Sunday, July 13, 2008

No Southern Hospitality Left

I moved to the south in 1989 from California and it's been a letdown ever since. The obvious answer to your first question is that I can't afford to move back. I'm stuck here and it sucks. I come from a place where I had many friends to a place that in almost 20 years I have made only two friends. And one of them isn't even from here. I have found that most women my age here are fake. They think they are better then the average. They are out to backstab anyone they come into contact with unless that person has a ton of money.
I come from a place that people were down to earth. Mellow and accepting of many different races and personalities. I can see some southern mannerisms are helpful to have. But I find most of them fake. ie. My husband was born and raised here in middle Tenn. and his favorite conclusion to his heavenly abode is that "God created Tenn. first" and my response is "Yeah then he realized he fecked up and created the rest of the world" I see nothing proud of being from the south in other words.
From the first time I went to look for a job in the south I had a hard time. One of the ladies actually said "when you've lived here for 6 months and we know your going to stay we might think about interviewing you for a job" I had 12 years experience for a job that I made $24.00 an hour in California and here they were offering $7.00 an hour. Like I was going to fight for that income? I think not. I chose another path.
In all these years I have found every single one of them to be fake,rude, and backstabbing drama bitches.
Skipping to now 2008. I still find them this way. I have a new job in a small town and work with more bi-polar people then I ever knew possible. I feel that I still don't fit in. I am a genuine person. I wear my heart on my sleeve. I try to help everyone that seems to need it but seem to just be in the way. I find people talk behind my back. I find that they go out of their way to get people to believe that I am something that I am not. I think they have a hard time believing that someone is real and genuine. I mean what I say. I say what I mean and I just want everyone to get along. What the hell is so wrong with that?
I'm used to people getting along. I'm used to people being mellow and friendly. I just hate it here and until my husband passes away I guess I am stuck here.
I think 20 years is long enough to give a place a chance.
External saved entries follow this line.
"""Inductance of air coils."""

from service.physics.circles import (
    mutual_inductance_of_circles,
    nagaoka_coefficient,
    solenoid_inductance,
)
from service.physics.section import WindingSection

__all__ = [
    "WindingSection",
    "mutual_inductance_of_circles",
    "nagaoka_coefficient",
    "solenoid_inductance",
]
Until I can walk the beaches and suck in the salt air. I will be a lonely 50 year old with no friends because they just aren't genuine.
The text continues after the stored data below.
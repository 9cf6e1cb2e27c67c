"""The month: which units belong to it, what became of each, and the rates with their intervals.

A unit belongs to the month of its first verdict, in the shop's own time zone; one that never had a
verdict belongs to the month in which its winding began. Planned coils that nobody began are in no
month. Terms are those of ISO 22400-2 where it has them.
"""

import re
from collections import Counter
from collections.abc import Sequence
from dataclasses import dataclass, field
from datetime import UTC, datetime
from zoneinfo import ZoneInfo

from service.errors import InvalidValue
from service.statistics import first_pass_yield, wilson_interval

CONFIDENCE = 0.95
_YEARS = (2000, 2100)
BALANCE = (
    "good first time",
    "good after rework",
    "by concession",
    "regraded",
    "scrap",
    "on hold",
    "in work",
    "unmeasured",
)


@dataclass(frozen=True)
class Month:
    """A calendar month in the shop's zone, as a half-open interval of moments."""

    year: int
    number: int
    start: datetime
    end: datetime

    @property
    def name(self) -> str:
        return f"{self.year:04d}-{self.number:02d}"


def month_of(text: str, zone: ZoneInfo) -> Month:
    """The month written as ``2026-11``. Raises InvalidValue for anything else."""
    found = re.fullmatch(r"(\d{4})-(\d{2})", text)
    year, number = (int(found[1]), int(found[2])) if found else (0, 0)
    if not (_YEARS[0] <= year <= _YEARS[1] and 1 <= number <= 12):
        raise InvalidValue(
            f"“{text}” is no month.",
            pointer="month",
            value=text,
            mend=f"Write year and month as in 2026-11, {_YEARS[0]} to {_YEARS[1]}.",
        )
    following = (year + 1, 1) if number == 12 else (year, number + 1)
    start = datetime(year, number, 1, tzinfo=zone).astimezone(UTC)
    end = datetime(*following, 1, tzinfo=zone).astimezone(UTC)
    return Month(year, number, start, end)


@dataclass(frozen=True)
class Unit:
    """One coil as the month counts it."""

    recipe: str
    machine: str
    state: str
    windings: int
    first_conformity: str | None
    dispositions: tuple[str, ...]
    scrap_cause: str | None = None


_NOT_FIRST_TIME = frozenset({"rework", "repair", "regrade", "concession", "scrap"})


def place(unit: Unit) -> str:
    """Where the unit stands in the balance; exactly one place for each."""
    if unit.state == "accepted":
        last = unit.dispositions[-1] if unit.dispositions else "release"
        if last == "regrade":
            return "regraded"
        if last == "concession":
            return "by concession"
        return "good first time" if is_good_first_time(unit) else "good after rework"
    simple = {"scrapped": "scrap", "on hold": "on hold", "wound": "unmeasured"}
    return simple.get(unit.state, "in work")


def is_good_first_time(unit: Unit) -> bool:
    """Conforming at the first verdict, from the first winding, with no rework and no exception.

    A coil on hold is neither good nor bad until somebody decides, and is not counted as good.
    """
    return (
        unit.first_conformity == "conforms"
        and unit.state in ("accepted", "measured")
        and unit.windings == 1
        and not _NOT_FIRST_TIME & set(unit.dispositions)
    )


@dataclass(frozen=True)
class Rate:
    """A rate never stands without its counts and its interval."""

    count: int
    of: int
    value: float | None
    low: float | None
    high: float | None


def rate(count: int, of: int) -> Rate:
    """A share with its Wilson interval; of nothing there is no rate."""
    if of == 0:
        return Rate(count, of, None, None, None)
    low, high = wilson_interval(count, of, CONFIDENCE)
    return Rate(count, of, first_pass_yield(count, of), low, high)


@dataclass(frozen=True)
class Group:
    """One recipe or one machine in the month."""

    name: str
    started: int
    first_pass: Rate
    scrap: int


@dataclass(frozen=True)
class Tally:
    """The month's counts."""

    started: int
    balance: dict[str, int]
    first_pass: Rate
    rework: Rate
    scrap: Rate
    scrap_by_cause: list[tuple[str, int]]
    recipes: list[Group]
    machines: list[Group]
    first_conformity: dict[str, int] = field(default_factory=dict)


def tally(units: Sequence[Unit]) -> Tally:
    """Count the units of a month. The balance adds up to ``started`` exactly."""
    places = Counter(place(unit) for unit in units)
    causes = Counter(unit.scrap_cause or "not stated" for unit in units if unit.state == "scrapped")
    reworked = sum(
        1 for unit in units if unit.windings > 1 or {"rework", "repair"} & set(unit.dispositions)
    )
    verdicts = Counter(unit.first_conformity for unit in units if unit.first_conformity)
    return Tally(
        started=len(units),
        balance={name: places[name] for name in BALANCE},
        first_pass=_first_pass(units),
        rework=rate(reworked, len(units)),
        scrap=rate(places["scrap"], len(units)),
        scrap_by_cause=sorted(causes.items(), key=lambda item: (-item[1], item[0])),
        recipes=_groups(units, [unit.recipe for unit in units]),
        machines=_groups(units, [unit.machine for unit in units]),
        first_conformity=dict(verdicts),
    )


def _first_pass(units: Sequence[Unit]) -> Rate:
    """Good parts over inspected parts, each unit once (FPY = GP / IP, ISO 22400-2)."""
    inspected = [unit for unit in units if unit.first_conformity is not None]
    return rate(sum(1 for unit in inspected if is_good_first_time(unit)), len(inspected))


def _groups(units: Sequence[Unit], names: Sequence[str]) -> list[Group]:
    """By name, in the order of the alphabet: the month ranks nobody and nothing."""
    grouped: dict[str, list[Unit]] = {}
    for unit, name in zip(units, names, strict=True):
        grouped.setdefault(name, []).append(unit)
    return [
        Group(
            name,
            len(members),
            _first_pass(members),
            sum(1 for unit in members if unit.state == "scrapped"),
        )
        for name, members in sorted(grouped.items())
    ]


DEFINITIONS = {
    "started": "Coils whose winding began; a coil belongs to the month of its first verdict, or, "
    "without one, to the month in which its winding began.",
    "first-pass yield": "Coils that conformed at their first verdict, from their first winding, "
    "with no rework and no exception, over coils that had a first verdict (good parts over "
    "inspected parts, ISO 22400-2). A coil on hold is not good until it is released. A "
    "corrected entry takes the place of the one it corrects; measuring again until it passes is "
    "not a first pass.",
    "rework": "Coils wound again or sent to rework or repair, over coils started.",
    "scrap": "Coils scrapped, over coils started; each with one cause.",
    "interval": "95 % interval of Wilson (1927): what counts of this size can tell.",
}


@dataclass(frozen=True)
class MonthReport:
    """The month as it stands now."""

    month: Month
    zone: str
    rewind_rule: str
    is_running: bool
    made_at: datetime
    tally: Tally
    wire_used_m: float
    wire_used_kg: float
    corrections: int
    open_holds: list[tuple[str, str, datetime]]
    signals: int
    definitions: dict[str, str] = field(default_factory=lambda: dict(DEFINITIONS))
The southern hospitality is out the window.
I have been in several atmospheres. I have tried to be around all kinds of people and it all rolls back down hill to be a disappointment.
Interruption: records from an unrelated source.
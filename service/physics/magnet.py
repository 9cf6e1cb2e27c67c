"""Permanent magnets: the field of a cylinder, demagnetising factors, and grades by name.

Lengths in metres, flux densities in tesla, field strengths in A/m.
"""

import math
import re
from collections.abc import Mapping
from dataclasses import dataclass
from types import MappingProxyType
from typing import Final

import scipy

from service.physics.arguments import celsius, finite, non_negative, positive
from service.physics.circles import nagaoka_coefficient
from service.physics.constants import MAGNETIC_CONSTANT

# From here on the closed forms would subtract numbers that are nearly one; the series in the
# inverse square of the length ratio needs a dozen terms at most.
_LONG_ROD = 10.0


def axial_flux_density(remanence: float, diameter: float, length: float, distance: float) -> float:
    """Return the flux density on the axis of a cylinder magnetised uniformly along it.

    Args:
        remanence: T.
        diameter, length: of the cylinder, m.
        distance: outward from the pole face, m; 0 is the face itself.

    Returns:
        Flux density in T.

    Raises:
        ValueError: a dimension is not positive, or remanence or distance is negative.

    B = (Br/2) (f(z + l) - f(z)) with f(x) = x / sqrt(R^2 + x^2), rearranged so that the
    difference keeps its digits far away. Exact for a magnet that keeps its magnetisation in its
    own field, good to percents for ferrite and rare earths; a short alnico rod works far below
    its remanence, and its field is then overstated by a factor of up to ten.
    """
    br = non_negative("remanence", remanence)
    radius = positive("diameter", diameter) / 2.0
    long = positive("length", length)
    near = non_negative("distance", distance)
    # In units of the radius: both ends' distance x, and the slant distance sqrt(1 + x^2).
    a, b = near / radius, (near + long) / radius
    slant_a, slant_b = math.hypot(1.0, a), math.hypot(1.0, b)
    bracket = 1.0 + (1.0 + a * a + b * b) / (slant_a * a + slant_b * b)
    shares = (long / radius / slant_b) * ((a + b) / (slant_b + b)) * bracket
    return br / 2.0 * shares / (slant_a * (slant_a + a))


def magnetometric_factor(length_over_diameter: float) -> float:
    """Return the demagnetising factor of a uniformly magnetised rod, averaged over its volume.

    Args:
        length_over_diameter: of the rod, magnetised along its length.

    Returns:
        The factor N_m, between 0 (needle) and 1 (thin disc), for susceptibility 0.

    Raises:
        ValueError: the ratio is not positive.

    N_m = 1 - K with Nagaoka's coefficient K of a current sheet of the same shape (Chen, Brug and
    Goldfarb, IEEE Trans. Magn. 27 (1991) 3601). Relative error below 1e-12. Permeable rods are
    not magnetised uniformly: at infinite susceptibility the factor of a long rod is half as large.
    """
    gamma = positive("length_over_diameter", length_over_diameter)
    if gamma < _LONG_ROD:
        return 1.0 - nagaoka_coefficient(gamma)
    beyond_one = _hypergeometric_minus_one(-0.5, gamma)
    return 4.0 / (3.0 * math.pi * gamma) - beyond_one


def fluxmetric_factor(length_over_diameter: float) -> float:
    """Return the demagnetising factor of a uniformly magnetised rod, averaged over its mid-plane.

    Args:
        length_over_diameter: of the rod, magnetised along its length.

    Returns:
        The factor N_f (also called ballistic), between 0 and 1, for susceptibility 0.

    Raises:
        ValueError: the ratio is not positive.

    1 - N_f is the flux of the rod's surface current through its middle turn over that of an
    endless rod: (4/pi) k' (K - E)/k^2 with k^2 = 4/(4 + gamma^2). Relative error below 1e-12.
    """
    gamma = positive("length_over_diameter", length_over_diameter)
    if gamma >= _LONG_ROD:
        return -_hypergeometric_minus_one(0.5, gamma / 2.0)
    complementary = gamma / math.hypot(gamma, 2.0)
    share = scipy.special.elliprd(0.0, complementary * complementary, 1.0) / 3.0
    return float(1.0 - 4.0 / math.pi * complementary * share)


def _hypergeometric_minus_one(a: float, gamma: float) -> float:
    """Gauss's 2F1(a, 1/2; 2; -1/gamma^2) less its leading one, for gamma well above 1."""
    argument = -1.0 / (gamma * gamma)
    term = total = a * 0.5 / 2.0 * argument
    n = 1
    while abs(term) > 1e-17 * abs(total):
        term *= (a + n) * (0.5 + n) / ((2.0 + n) * (1.0 + n)) * argument
        total += term
        n += 1
    return total


@dataclass(frozen=True, slots=True)
class MagnetGrade:
    """A magnet material at 20 °C.

    Attributes:
        name: as the shop calls it.
        remanence: Br, T.
        coercivity: HcB, the field that brings the flux density to zero, A/m.
        recoil_permeability: relative; what the material adds to a coil's inductance.
        conductivity: S/m; eddy currents in the magnet lower inductance and Q with frequency.
        temperature_coefficient: of the remanence, relative per kelvin (negative).
    """

    name: str
    remanence: float
    coercivity: float
    recoil_permeability: float
    conductivity: float
    temperature_coefficient: float

    def __post_init__(self) -> None:
        if not isinstance(self.name, str) or not self.name.strip():
            raise ValueError(f"name must be a text that is not empty, got {self.name!r}")
        br = positive("remanence", self.remanence)
        if positive("coercivity", self.coercivity) > br / MAGNETIC_CONSTANT:
            raise ValueError(
                f"coercivity cannot exceed remanence over the magnetic constant "
                f"({br / MAGNETIC_CONSTANT:.0f} A/m), got {self.coercivity!r}"
            )
        if positive("recoil_permeability", self.recoil_permeability) < 1.0:
            raise ValueError(
                f"recoil_permeability must be at least 1, got {self.recoil_permeability!r}"
            )
        non_negative("conductivity", self.conductivity)
        finite("temperature_coefficient", self.temperature_coefficient)

    def remanence_at(self, temperature: float) -> float:
        """Return the remanence in T at a temperature in °C, by the linear reversible law.

        Raises:
            ValueError: below absolute zero, or so hot that nothing would be left. The law holds
                within the grade's working range, not up to the Curie point.
        """
        at = celsius("temperature", temperature)
        left = 1.0 + self.temperature_coefficient * (at - 20.0)
        if left <= 0.0:
            raise ValueError(f"temperature leaves {self.name} no remanence, got {temperature!r}")
        return self.remanence * left


# Alnico: MMPA 0100-00 typical values of the cast classes, from memory; sources agree within
# 7 % for classes 2, 3, 5 and 8. They disagree widely on class 4 (0.56 T or 0.90 T): measure it.
# Conductivities of all grades are from memory (alnico 0.47 to 0.75, rare earths 0.5 to 1.5
# microohm metre; ferrite insulates) and good to 20 %.
# Ferrite: C1, C5, C8 after MMPA 0100-00 as a magnet maker reproduces it; "isotropic" is IEC
# 60404-8-1 HF 8/22 (from memory), "oriented" a middling oriented grade of an open modelling
# library. Rare earths: NdFeB after a magnet maker's table (middle of the remanence, least
# coercivity); SmCo after the same library.
_GRADES: Final = (
    MagnetGrade("alnico 2", 0.75, 45e3, 6.4, 1.54e6, -0.0003),
    MagnetGrade("alnico 3", 0.70, 38e3, 6.5, 1.67e6, -0.0002),
    MagnetGrade("alnico 4", 0.56, 57e3, 4.1, 1.33e6, -0.0002),
    MagnetGrade("alnico 5", 1.28, 51e3, 4.3, 2.13e6, -0.0002),
    MagnetGrade("alnico 8", 0.82, 131e3, 2.0, 1.89e6, -0.00025),
    MagnetGrade("ferrite isotropic", 0.21, 132e3, 1.15, 1e-4, -0.0020),
    MagnetGrade("ferrite oriented", 0.38, 170e3, 1.1, 1e-4, -0.0020),
    MagnetGrade("ferrite C1", 0.23, 148e3, 1.15, 1e-4, -0.0020),
    MagnetGrade("ferrite C5", 0.38, 191e3, 1.1, 1e-4, -0.0020),
    MagnetGrade("ferrite C8", 0.385, 235e3, 1.1, 1e-4, -0.0020),
    MagnetGrade("NdFeB N35", 1.195, 867e3, 1.05, 0.67e6, -0.0012),
    MagnetGrade("NdFeB N42", 1.30, 915e3, 1.05, 0.67e6, -0.0012),
    MagnetGrade("NdFeB N48", 1.40, 923e3, 1.05, 0.67e6, -0.0012),
    MagnetGrade("NdFeB N52", 1.455, 796e3, 1.05, 0.67e6, -0.0012),
    MagnetGrade("SmCo 1:5", 0.95, 720e3, 1.05, 1.8e6, -0.0004),
    MagnetGrade("SmCo 2:17", 1.02, 750e3, 1.08, 1.2e6, -0.0003),
)

GRADES: Final[Mapping[str, MagnetGrade]] = MappingProxyType({one.name: one for one in _GRADES})


def _plain(name: str) -> str:
    return re.sub(r"[\W_]+", "", name).lower()


_BY_PLAIN_NAME: Final = {_plain(name): one for name, one in GRADES.items()}


def grade(name: str) -> MagnetGrade:
    """Return the magnet grade of that name, spelt with any case, spaces or hyphens.

    Raises:
        ValueError: there is no such grade; the message lists those there are.
    """
    if not isinstance(name, str):
        raise ValueError(f"name must be a text like 'alnico 5', got {name!r}")
    plain = _plain(name)
    found = _BY_PLAIN_NAME.get(plain) or _BY_PLAIN_NAME.get("ndfeb" + plain)
    if found is None:
        raise ValueError(f"name must be one of {', '.join(GRADES)}, got {name!r}")
    return found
When I first moved here I worked where people came from all over the world and people told me that I was nice and sweet and wanted to know where I got my "southern hospitality" from. I told them from Southern California. Definately not from here. These are the rudest people I have ever met. The majority agreed that they hadn't met a nice person that was from here.
I rest my case.
Have a great day and try to be a genuinely nice person.